What is required - Please take the records that follow and repeat exactly the lines starting with the line with "Callable] = field(repr=False, default_factory=dict)" and going on through the line with "raise ValueError(msg)".

Supplied records -

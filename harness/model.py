"""The model layer: species, reactions and diffusion as SymPy, compiled to vectorised numpy functions.

Reactions compile to ``f(u (n, m), p (q,)) -> (n, m)``, the Jacobian to ``(n, n, m)`` and the derivative
in one parameter to ``(n, m)``, with common subexpressions shared (SymPy's ``cse``). Linear conservation
laws are detected here, and the slow / fast split of the species is decided here.
"""

from __future__ import annotations

from collections.abc import Callable, Mapping, Sequence
from dataclasses import dataclass, field
from fractions import Fraction

import numpy as np

from .case import Case
from .errors import CaseError
from .expressions import ExpressionError, parse_expression
from .kinetics import Kinetics

__all__ = ["Model", "build_model", "detect_conservation", "split_species"]

#: Two diffusion coefficients at least this far apart (ratio) count as a clear slow / fast gap.
CLEAR_GAP = 10.0


@dataclass(frozen=True)
class Model:
    """A compiled model. Parameter values are bound later, by :meth:`kinetics`."""

    name: str
    species: tuple[str, ...]
    parameters: tuple[str, ...]
    reactions: tuple[object, ...]
    diffusions: tuple[object, ...]
    slow: np.ndarray
    split_reason: str
    conservation: np.ndarray
    conservation_exact: tuple[tuple[Fraction, ...], ...]
    _reaction: Callable = field(repr=False)
    _jacobian: Callable = field(repr=False)
    _diffusion: Callable = field(repr=False)
    _dparam: Mapping[str, Callable] = field(repr=False, default_factory=dict)
    fingerprint: str = ""

    @property
    def n(self) -> int:
        """Number of species."""
        return len(self.species)

    def param_vector(self, values: Mapping[str, float]) -> np.ndarray:
        """Parameter values in model order; every parameter must be given."""
        missing = [p for p in self.parameters if p not in values]
        if missing:
            msg = f"`values` lacks parameters {', '.join(missing)}"
            raise ValueError(msg)
        return np.array([float(values[p]) for p in self.parameters])

    def diffusion(self, values: Mapping[str, float]) -> np.ndarray:
        """Diffusion coefficients ``(n,)`` at the given parameter values."""
        return _as_vector(self._diffusion(self.param_vector(values)), self.n)

    def kinetics(self, values: Mapping[str, float], sweep_parameter: str | None = None) -> Kinetics:
        """Bind parameter values: the :class:`Kinetics` that analyses and solvers take."""
        p = self.param_vector(values)
        n, rfun, jfun = self.n, self._reaction, self._jacobian

        def reaction(u: np.ndarray) -> np.ndarray:
            return _fill((n,), rfun(u, p), u.shape[1:])

        def jacobian(u: np.ndarray) -> np.ndarray:
            return _fill((n, n), jfun(u, p), u.shape[1:])

        dparam = None
        if sweep_parameter is not None:
            dfun = self._dparam[sweep_parameter]

            def dparam(u: np.ndarray) -> np.ndarray:
                return _fill((n,), dfun(u, p), u.shape[1:])

        return Kinetics(
            species=self.species, diffusion=self.diffusion(values), slow=self.slow.copy(),
            conservation=self.conservation.copy(), reaction=reaction, jacobian=jacobian, dparam=dparam,
            params={k: float(values[k]) for k in self.parameters},
        )

    def totals(self, state: np.ndarray | Mapping[str, float]) -> np.ndarray:
        """Conserved totals ``W @ u`` of a homogeneous state (the baseline guess, typically)."""
        if isinstance(state, Mapping):
            state = np.array([state[s] for s in self.species], dtype=float)
        return self.conservation @ np.asarray(state, dtype=float)


def _as_vector(values: object, n: int) -> np.ndarray:
    return np.array([float(v) for v in values]) if isinstance(values, (list, tuple)) else np.full(n, values)


def _fill(lead: tuple[int, ...], entries: Sequence, points: tuple[int, ...]) -> np.ndarray:
    """Stack lambdified entries (arrays or constants) into an array shaped ``lead + points``."""
    out = np.empty(lead + points)
    flat = out.reshape((-1,) + points)
    for i, value in enumerate(entries):
        flat[i] = value
    return out


def _compile(args: list, exprs: list) -> Callable:
    import sympy as sp

    return sp.lambdify(args, exprs, modules="numpy", cse=True)


def build_model(case: Case) -> Model:
    """Parse and compile the case's model; errors name the case file and the key."""
    import sympy as sp

    names = case.species_names
    params = tuple(case.parameters)
    usyms = [sp.Symbol(s, real=True) for s in names]
    psyms = [sp.Symbol(p, real=True) for p in params]
    table = dict(zip(names, usyms)) | dict(zip(params, psyms))
    reactions, diffusions = [], []
    for spec in case.species:
        reactions.append(_parse(case.path, f"species.{spec.name}.reaction", spec.reaction, table))
        key = f"species.{spec.name}.diffusion"
        diffusions.append(_parse(case.path, key, spec.diffusion, dict(zip(params, psyms))))
    values = np.array([case.parameters[p] for p in params])
    dfun = _compile([psyms], diffusions)
    dvals = _as_vector(dfun(values), len(names))
    for spec, d in zip(case.species, dvals):
        if not np.isfinite(d) or d < 0:
            raise CaseError(case.path, f"species.{spec.name}.diffusion", f"must be >= 0, evaluates to {d}")
    slow, reason = split_species(case.path, names, dvals, [s.role for s in case.species])
    exact = ()
    if case.model.conserved == "auto":
        guess = np.array([case.guess[s] for s in names])
        exact = detect_conservation(reactions, usyms, psyms, values, guess)
    conservation = np.array([[float(c) for c in row] for row in exact], dtype=float)
    conservation = conservation.reshape(len(exact), len(names))
    jac = sp.Matrix(reactions).jacobian(usyms)
    sweep = case.sweep.parameter
    dparam = {sweep: _compile([usyms, psyms], [sp.diff(r, psyms[params.index(sweep)]) for r in reactions])}
    return Model(
        fingerprint=_fingerprint(names, reactions, diffusions, slow),
        name=case.model.name, species=names, parameters=params, reactions=tuple(reactions),
        diffusions=tuple(diffusions), slow=slow, split_reason=reason, conservation=conservation,
        conservation_exact=exact, _reaction=_compile([usyms, psyms], reactions),
        _jacobian=_compile([usyms, psyms], list(jac)), _diffusion=dfun, _dparam=dparam,
    )


def _fingerprint(names: Sequence[str], reactions: Sequence, diffusions: Sequence, slow: np.ndarray) -> str:
    """Hash of the canonical model (SymPy's canonical text of every expression): the model part of run keys."""
    import hashlib
    import json

    import sympy as sp

    text = json.dumps({"species": list(names), "reactions": [sp.srepr(r) for r in reactions],
                       "diffusion": [sp.srepr(d) for d in diffusions], "slow": [bool(x) for x in slow]})
    return hashlib.sha256(text.encode()).hexdigest()


def _parse(path: str, key: str, text: str, table: Mapping[str, object]):
    try:
        return parse_expression(text, table)
    except ExpressionError as exc:
        raise CaseError(path, key, str(exc)) from None


def split_species(path: str, names: Sequence[str], diffusion: np.ndarray,
                  roles: Sequence[str | None]) -> tuple[np.ndarray, str]:
    """Decide which species are slow: from declared roles, or from one clear gap in diffusion.

    Diffusion 0 counts as slow. Without roles, the sorted coefficients must show exactly one gap of a
    factor >= ``CLEAR_GAP``; below it is slow, above it fast. Anything else is ambiguous and refused.
    """
    declared = [r for r in roles if r is not None]
    if declared:
        if len(declared) != len(roles):
            missing = [n for n, r in zip(names, roles) if r is None]
            raise CaseError(path, f"species.{missing[0]}.role", "give `role` for every species or for none")
        slow = np.array([r == "slow" for r in roles])
        reason = "declared roles"
    else:
        order = np.argsort(diffusion, kind="stable")
        d = diffusion[order]
        with np.errstate(divide="ignore", invalid="ignore"):
            ratios = np.where(d[:-1] > 0, d[1:] / np.where(d[:-1] > 0, d[:-1], 1.0), np.inf)
        ratios = np.where((d[:-1] == 0) & (d[1:] == 0), 1.0, ratios)
        gaps = np.flatnonzero(ratios >= CLEAR_GAP)
        if len(gaps) != 1:
            what = "no clear gap" if len(gaps) == 0 else "more than one gap"
            listing = ", ".join(f"{n}={v:g}" for n, v in zip(names, diffusion))
            expected = (f"slow/fast split is ambiguous ({what} of x{CLEAR_GAP:g} in diffusion: {listing}); "
                        'declare role = "slow" or "fast" for every species')
            raise CaseError(path, "species.*.role", expected)
        slow = np.zeros(len(names), dtype=bool)
        slow[order[: gaps[0] + 1]] = True
        reason = f"inferred from a diffusion gap of x{ratios[gaps[0]]:.3g}"
    if slow.all() or not slow.any():
        raise CaseError(path, "species.*.role", "expected at least one slow and one fast species")
    return slow, reason


def detect_conservation(reactions: Sequence, usyms: Sequence, psyms: Sequence, values: np.ndarray,
                        guess: np.ndarray, seed: int = 7) -> tuple[tuple[Fraction, ...], ...]:
    """Rational rows ``w`` with ``w @ f(u) == 0`` for all states and all parameter values.

    The null space of reaction values at random states and randomly perturbed parameters is found by
    SVD, put in reduced row echelon form and rationalised, then checked at fresh random points. A law
    that holds only at special parameter values is not structural and is not reported.
    """
    fun = _compile([list(usyms), list(psyms)], list(reactions))
    n = len(usyms)
    rng = np.random.default_rng(seed)
    scale = np.maximum(np.abs(guess), 1.0)

    def sample(count: int) -> np.ndarray:
        rows = []
        for _ in range(count):
            u = rng.uniform(0.1, 2.0, n) * scale
            p = np.where(values != 0, values * rng.uniform(0.7, 1.3, len(values)), rng.uniform(0.1, 1.0))
            with np.errstate(all="ignore"):
                f = np.array(_as_vector(fun(u, p), n), dtype=float)
            if np.all(np.isfinite(f)):
                rows.append(f / max(1.0, np.abs(f).max()))
        return np.array(rows).reshape(-1, n)

    f = sample(4 * n + 8)
    if f.shape[0] < n + 2:
        return ()
    _, s, vt = np.linalg.svd(f)
    s = np.concatenate([s, np.zeros(n - len(s))])
    null = vt[s <= 1e-9 * max(s.max(), 1e-300)]
    if len(null) == 0:
        return ()
    rows = _rational_rref(null)
    check = sample(20)
    residual = np.abs(check @ np.array([[float(c) for c in r] for r in rows]).T)
    if np.any(residual > 1e-9):
        return ()
    return rows


def _rational_rref(null: np.ndarray) -> tuple[tuple[Fraction, ...], ...]:
    """Reduced row echelon form of a numeric basis, entries rounded to small rationals."""
    a = null.copy()
    rows, cols = a.shape
    pivot_row = 0
    for col in range(cols):
        if pivot_row == rows:
            break
        best = pivot_row + int(np.argmax(np.abs(a[pivot_row:, col])))
        if abs(a[best, col]) < 1e-8:
            continue
        a[[pivot_row, best]] = a[[best, pivot_row]]
        a[pivot_row] /= a[pivot_row, col]
        for r in range(rows):
            if r != pivot_row:
                a[r] -= a[r, col] * a[pivot_row]
        pivot_row += 1
    return tuple(tuple(Fraction(float(v)).limit_denominator(1000) for v in row) for row in a[:pivot_row])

Task output -
    _dparam: Mapping[str, Callable] = field(repr=False, default_factory=dict)
    fingerprint: str = ""

    @property
    def n(self) -> int:
        """Number of species."""
        return len(self.species)

    def param_vector(self, values: Mapping[str, float]) -> np.ndarray:
        """Parameter values in model order; every parameter must be given."""
        missing = [p for p in self.parameters if p not in values]
        if missing:
            msg = f"`values` lacks parameters {', '.join(missing)}"
            raise ValueError(msg)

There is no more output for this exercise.